(Problem) What lines in the records below include the word "budget"? Return each one.

** Supplied material follows **

"""The duty: high time over the time of the same whole cycles."""

from __future__ import annotations

import math

import numpy as np

from benchtool.model.arrays import FloatArray
from benchtool.model.quantity import Contribution, Measured
from benchtool.timing.budget import (
    Setting,
    grid_error,
    level_error,
    most_scatter,
    usual_edge_noise,
    width_grid,
    with_floor,
)
from benchtool.timing.scatter import ENOUGH, mean_of_widths, mean_on_grid
from benchtool.uncertainty import combine


def measure_duty(setting: Setting) -> Measured | None:
    """Return Σ high / Σ (high + low) over whole cycles."""
    high_s, low_s = setting.intervals.cycle_high_s, setting.intervals.cycle_low_s
    if not high_s.size:
        return None
    whole_s = float(np.mean(high_s + low_s))
    duty = float(np.mean(high_s)) / whole_s
    own = _scatter_and_grid(setting, duty, whole_s)
    return combine(duty, "1", [*own, level_error(setting, 1 / whole_s)], n=high_s.size)


def _scatter_and_grid(setting: Setting, duty: float, whole_s: float) -> list[Contribution]:
    high_s, low_s = setting.intervals.cycle_high_s, setting.intervals.cycle_low_s
    n, step_s = high_s.size, setting.edges.step_s
    floor_s = width_grid(setting, n)
    if setting.edges.resolved or n < ENOUGH or step_s == 0:
        own = _scatter(setting, high_s, low_s, duty, whole_s)
        return with_floor(setting, own, floor_s / whole_s, n)
    most_s = most_scatter(setting)
    high, low = (mean_on_grid(width_s, step_s, floor_s, most_s) for width_s in (high_s, low_s))
    shared_s2 = min(_shared_edge_variance(high_s, low_s) - step_s**2 / 12, most_s**2)
    alike = 2 * math.sqrt(duty * (1 - duty) * max(0.0, shared_s2) / n)
    u = math.hypot((1 - duty) * high.u, duty * low.u, alike) / whole_s
    scatter = Contribution(source="scatter", u=u, dof=min(high.dof, low.dof), note=high.note)
    return [scatter, grid_error(floor_s / whole_s)]


def _scatter(
    setting: Setting, high_s: FloatArray, low_s: FloatArray, duty: float, whole_s: float
) -> list[Contribution]:
    """Return the scatter of the ratio of two means, by its residuals high - duty·period."""
    if high_s.size == 1:
        return _single(setting, duty, whole_s)
    residual = high_s - duty * (high_s + low_s)
    mean = mean_of_widths(residual, duty * (1 - duty) * _shared_edge_variance(high_s, low_s))
    return [Contribution(source="scatter", u=mean.u / whole_s, dof=mean.dof, note=mean.note)]


def _shared_edge_variance(high_s: FloatArray, low_s: FloatArray) -> float:
    """Return the variance of an edge's noise, which neighbours share with opposite signs.

    Taking out the means takes (2n - 1)/n² of it along, which is put back.
    """
    n = high_s.size
    high, low = high_s - np.mean(high_s), low_s - np.mean(low_s)
    shared = float(high @ low) + float(low[:-1] @ high[1:])
    left = 1 - (2 * n - 1) / n**2
    return max(0.0, -shared / ((2 * n - 1) * left))


def _single(setting: Setting, duty: float, whole_s: float) -> list[Contribution]:
    """Return the budget of one cycle: three edges weigh 1, 1 - duty and duty."""
    jitter = setting.jitter_rel / math.sqrt(3) * duty * (1 - duty) * math.sqrt(2)
    edges = usual_edge_noise(setting) * math.sqrt(1 + duty**2 + (1 - duty) ** 2) / whole_s
    return [
        Contribution(source="assumed jitter", u=jitter, note="of high and low, rectangular"),
        Contribution(source="edge noise", u=edges, note="noise over slew, three edges"),
    ]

** End of Supplied material **

(Reply to the task)
from benchtool.timing.budget import (
    """Return the budget of one cycle: three edges weigh 1, 1 - duty and duty."""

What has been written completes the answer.